In a way, that makes the Sixth Doctor less safe for us as listeners than we’re used to, which gives a degree of thrill to the story. You’re actually, at one point, not entirely sure you’re safe in his company. As he chases after the villain, having been duped himself into doing frivolous things that may have cost lives, there’s a sense that he can only atone, can only cleanse his lofty Time Lord conscience, by spilling the blood of the character who led him to his folly. 

Intense, high-octane stuff when it really gets going, The Plight Of The Pimpernel.

It’s also, before we oversell the dark and brooding nature of that plot-strand, a right old romp that would in no way be out of place in the 21st century show. Apart from anything else, it’s larks with the Scarlet Pimpernel! Wigs, silks, dashing escapes and rescues from French dungeons – all the makings of a great Sunday afternoon adventure movie. 

To give him credit though, Chris Chapman does point out that it’s rarely as if those who were heading to be executed were friends of the people. The Revolution by no means came about spontaneously – it was an eruption of long-growing frustration against the…ahem…1%. And while, like most revolutions, it ended up turning to blood and bureaucracy, at its heart, it was a fundamental rejection of unfair financial and social privilege, so those rescued by the Pimpernel are less innocent victims than they’ve been traditionally portrayed. 

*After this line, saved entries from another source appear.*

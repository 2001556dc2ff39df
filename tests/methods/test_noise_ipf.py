"""The iterative partitioning filter (Khoshgoftaar and Rebours 2007).

* One round equals the partition filter computed with scikit-learn: the rows
  in play split by ``StratifiedKFold`` (same seed), one decision tree fitted
  on each part alone, every tree predicting every row, a row flagged when
  more than half (majority) or all (consensus) of them predict another label.
* The stopping rule of the paper: the filter stops once ``quiet_rounds``
  rounds in a row each flag fewer than ``stop_share`` of the rows, and not
  before; each flagged row's ``step`` is its round.

Data: scikit-learn's bundled wine and breast cancer tables (open data shipped
in a package), range-normalised, with 20% of labels flipped (seeded).
"""

from __future__ import annotations

import numpy as np
import open_data
import pytest
from sklearn.model_selection import StratifiedKFold
from sklearn.preprocessing import MinMaxScaler
from sklearn.tree import DecisionTreeClassifier

from curate.methods.noise import ipf
from curate.space import Space


def noisy(name: str, seed: int) -> tuple[np.ndarray, np.ndarray]:
    X, y = open_data.load(name)
    y = np.asarray(y).copy()
    rng = np.random.default_rng(seed)
    chosen = rng.choice(len(y), int(0.2 * len(y)), replace=False)
    k = len(np.unique(y))
    y[chosen] = (y[chosen] + rng.integers(1, k, len(chosen))) % k
    return MinMaxScaler().fit_transform(X), y


def partition_votes(X: np.ndarray, y: np.ndarray, folds: int, seed: int) -> np.ndarray:
    """How many single-part trees misclassify each row (scikit-learn only)."""
    wrong = np.zeros(len(y), dtype=np.int64)
    for _, part in StratifiedKFold(n_splits=folds, shuffle=True, random_state=seed).split(X, y):
        tree = DecisionTreeClassifier(criterion="entropy", min_samples_leaf=2,
                                      random_state=seed).fit(X[part], y[part])
        wrong += tree.predict(X) != y
    return wrong


@pytest.mark.parametrize("vote", ["majority", "consensus"])
@pytest.mark.parametrize("name", ["wine", "breast_cancer"])
def test_one_round_is_the_partition_filter(name, vote) -> None:
    X, y = noisy(name, seed=1)
    wrong = partition_votes(X, y, 5, seed=6)
    expected = wrong > 2.5 if vote == "majority" else wrong == 5
    sel = ipf(Space.from_matrix(X), y, removable=np.ones(len(y), bool), seed=6, folds=5,
              vote=vote, max_rounds=1, models=["tree"])
    assert sel.removed.tolist() == np.flatnonzero(expected).tolist()
    assert set(sel.step.tolist()) <= {1}


@pytest.mark.parametrize(("stop_share", "quiet_rounds"), [(0.01, 3), (0.05, 1), (0.02, 2)])
def test_stops_after_the_papers_quiet_rounds(stop_share, quiet_rounds) -> None:
    X, y = noisy("breast_cancer", seed=2)
    sel = ipf(Space.from_matrix(X), y, removable=np.ones(len(y), bool), seed=0,
              stop_share=stop_share, quiet_rounds=quiet_rounds, max_rounds=50, models=["tree"])
    rounds = sel.info["rounds"]
    per_round = np.bincount(sel.step, minlength=rounds + 1)[1:]
    quiet = per_round < stop_share * len(y)
    assert sel.info["stopped"] == "quiet rounds"
    assert quiet[-quiet_rounds:].all(), "the last rounds were all quiet"
    runs = np.convolve(quiet[:-1].astype(int), np.ones(quiet_rounds, int), mode="valid")
    assert not np.any(runs == quiet_rounds), "it did not stop at an earlier quiet run"
    assert np.all(np.diff(sel.step) >= 0), "records come round by round"


def test_doubt_comes_from_models_that_did_not_see_the_row() -> None:
    """Round one's doubt: mean probability of the own label over the trees of other parts."""
    X, y = noisy("wine", seed=3)
    split = StratifiedKFold(n_splits=5, shuffle=True, random_state=0)
    total = np.zeros(len(y))
    for _, part in split.split(X, y):
        tree = DecisionTreeClassifier(criterion="entropy", min_samples_leaf=2,
                                      random_state=0).fit(X[part], y[part])
        outside = np.setdiff1d(np.arange(len(y)), part)
        total[outside] += tree.predict_proba(X[outside])[np.arange(len(outside)), y[outside]]
    sel = ipf(Space.from_matrix(X), y, removable=np.ones(len(y), bool), seed=0, max_rounds=1,
              models=["tree"])
    np.testing.assert_allclose(sel.scores["doubt"], 1 - total / 4, atol=1e-12)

If you’ll forgive a contemporary reference, they’re the people who would these days spout Fascistic hate on Twitter (and in real life), and then cry about being ‘cancelled by snowflakes’ when their access to a mouthpiece is taken away. It’s just that the Revolutionary French had a rather more…permanent…method of cancellation. 

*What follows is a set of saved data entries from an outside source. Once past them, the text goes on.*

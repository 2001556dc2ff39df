"""`curate demo --task regression`: the hours-until-service demo, its pipeline and its catch.

The data come from :mod:`curate.demo.hours` (the invented pump fleet with the
hours each pump ran until service as the target); the pipeline drops re-sent
rows and conflicting copies, removes rows whose logged hours lie far from their
neighbours' (the regression hardness score, in standard deviations of the
target) and condenses the rest with RegCNN. The catch of the cleaning stages is
scored against the generator's ground truth like the classification demo's.
"""

from __future__ import annotations

from collections.abc import Callable
from pathlib import Path

from curate.demo import data as demo_data
from curate.demo import hours
from curate.demo.pumps import catch_lines, run_scored

__all__ = ["hours_pipeline_text", "run_hours_demo"]


def hours_pipeline_text() -> str:
    """The regression demo's pipeline file, with its column rules written inline.

    Examples
    --------
    >>> import tomllib
    >>> spec = tomllib.loads(hours_pipeline_text())
    >>> spec["input"]["task"], [s["method"] for s in spec["stages"]]
    ('regression', ['exact-duplicates', 'conflicting-duplicates', 'hardness', 'reg-cnn'])
    """
    rules = [
        '[input.columns.reading_id]\ntype = "int"\nunique = true\n',
        *(f'[input.columns.{name}]\ntype = "category"\nallowed = {list(values)!r}\n'.replace("'", '"')
          for name, values in (("site", demo_data.SITES), ("pump_model", demo_data.MODELS),
                               ("shift", demo_data.SHIFTS))),
        *(f"[input.columns.{name}]\ntype = \"float\"\nmin = {low}\nmax = {high}\n"
          for name, (low, high) in demo_data.RANGES.items()),
        f'[input.columns.{hours.TARGET}]\ntype = "float"\nmin = 0.0\n',
    ]
    return "\n".join([
        "# The hours-until-service demo (invented data). Paths are relative to this file.",
        f'[input]\npath = "data/hours.csv"\nlabel = "{hours.TARGET}"\nid = "reading_id"',
        f'task = "regression"\nunit = "{hours.UNIT}"\non_invalid = "quarantine"\n',
        *rules,
        '[space]\nscale = "range"\ndistance = "euclidean"\nmissing = "stop"\n',
        '[[stages]]\nname = "re-sent rows"\nmethod = "exact-duplicates"\n',
        '[[stages]]\nname = "conflicting copies"\nmethod = "conflicting-duplicates"\n'
        'relative_tolerance = 0.5\npolicy = "drop-all"\n',
        '[[stages]]\nname = "wrong hours"\nmethod = "hardness"\nk = 9\nthreshold = 2.0\n',
        '[[stages]]\nname = "condense"\nmethod = "reg-cnn"\nk = 9\nalpha = 1.0\n'
        "max_removed_share = 0.99\n",
        '[output]\nfolder = "run-hours"\noverwrite = true\n',
        "[run]\nseed = 7\n",
    ])


def run_hours_demo(rows: int = 20000, out: Path = Path("demo"), seed: int = 7,
                   quiet: bool = False, progress: Callable[[str], None] | None = None) -> str:
    """Write the regression demo's data and pipeline under ``out``, run it, describe the catch."""
    out = Path(out)
    paths = hours.write(out / "data", rows=rows, seed=seed)
    s, catch = run_scored(out / "hours.toml", hours_pipeline_text(), paths["hours-truth"],
                          None if quiet else progress)
    target = s["target"]
    lines = [f"demo: {s['rows_in']} pump readings in, {s['rows_kept']} kept, "
             f"{s['rows_removed']} removed ({s['rows_quarantined']} quarantined by the schema)",
             f"task: {s['task']['task']} ({s['task']['reason']})",
             f"hours until service: mean {target['before']['mean']:.1f} h, sd "
             f"{target['before']['sd']:.1f} h in; mean {target['after']['mean']:.1f} h, sd "
             f"{target['after']['sd']:.1f} h kept"]
    lines += catch_lines(s, catch)
    lines.append(f"run folder: {out / 'run-hours'}  (try: curate why <row id> --run "
                 f"{out / 'run-hours'})")
    return "\n".join(lines)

With class tensions bubbling into violence, a Percy Blakeney who surely can’t be Percy Blakeney since Percy Blakeney is fictional, a chance to act out the Pimpernel role for himself and at least a couple of devastating realisations later in the story, The Plight Of The Pimpernel puts the Sixth Doctor properly through the wringer in a way rarely seen on screen, and not enormously often done on audio either. 

In fact, it’s dangerous character work throughout, because the Doctor, our avatar for all that’s right and good in the universe, is duped, coerced into actions that turn his anger in on himself, and potentially lead to a crisis point as to whether he is, after all, ‘a good man.’

The Plight Of The Pimpernel is a powerful audio story that balances the necessary swash and buckle of its premise with a philosophical pulse that riffs on self-forgiveness – even if those you wronged have yet to forgive you. And it ends with a degree of the Time Lord Merciless, as seen at the end of The Family Of Blood, and with the same vibe – his kindness has been abused, the Doctor has been duped, and his actions to try and avoid bloodshed have led to the deaths of innocents. 

The Sixth Doctor frequently wears his moral outrage on his gorgeously-multi-colour sleeve, like a big brother for those in the universe who can’t defend themselves. If you turn that inward, if you make him something close to ashamed of himself, you begin to get a sense of where notions like the Valeyard, the War Doctor, and the Time Lord Victorious come from.

There’s never anything explicit in the story that forward-references any of that, but you’ll get a guaranteed shiver before this story’s over, standing where you are in the 21st century, and knowing what lies ahead for this Doctor and the ones who’ll follow him. 

The Plight Of The Pimpernel sets up a fair few expectations early on, and does its best to meet them. When it starts to give you answers to the questions at the heart of the story though, it goes beyond its initial premise and delivers something that’s absolutely true to the spirit of Classic Who, while foreshadowing a Doctor who will be more than the universe’s best friend. A Doctor who will need to purge his own darkness, and occasionally his own dangerous tendency to trust, if he’s to do the job that being the Doctor demands.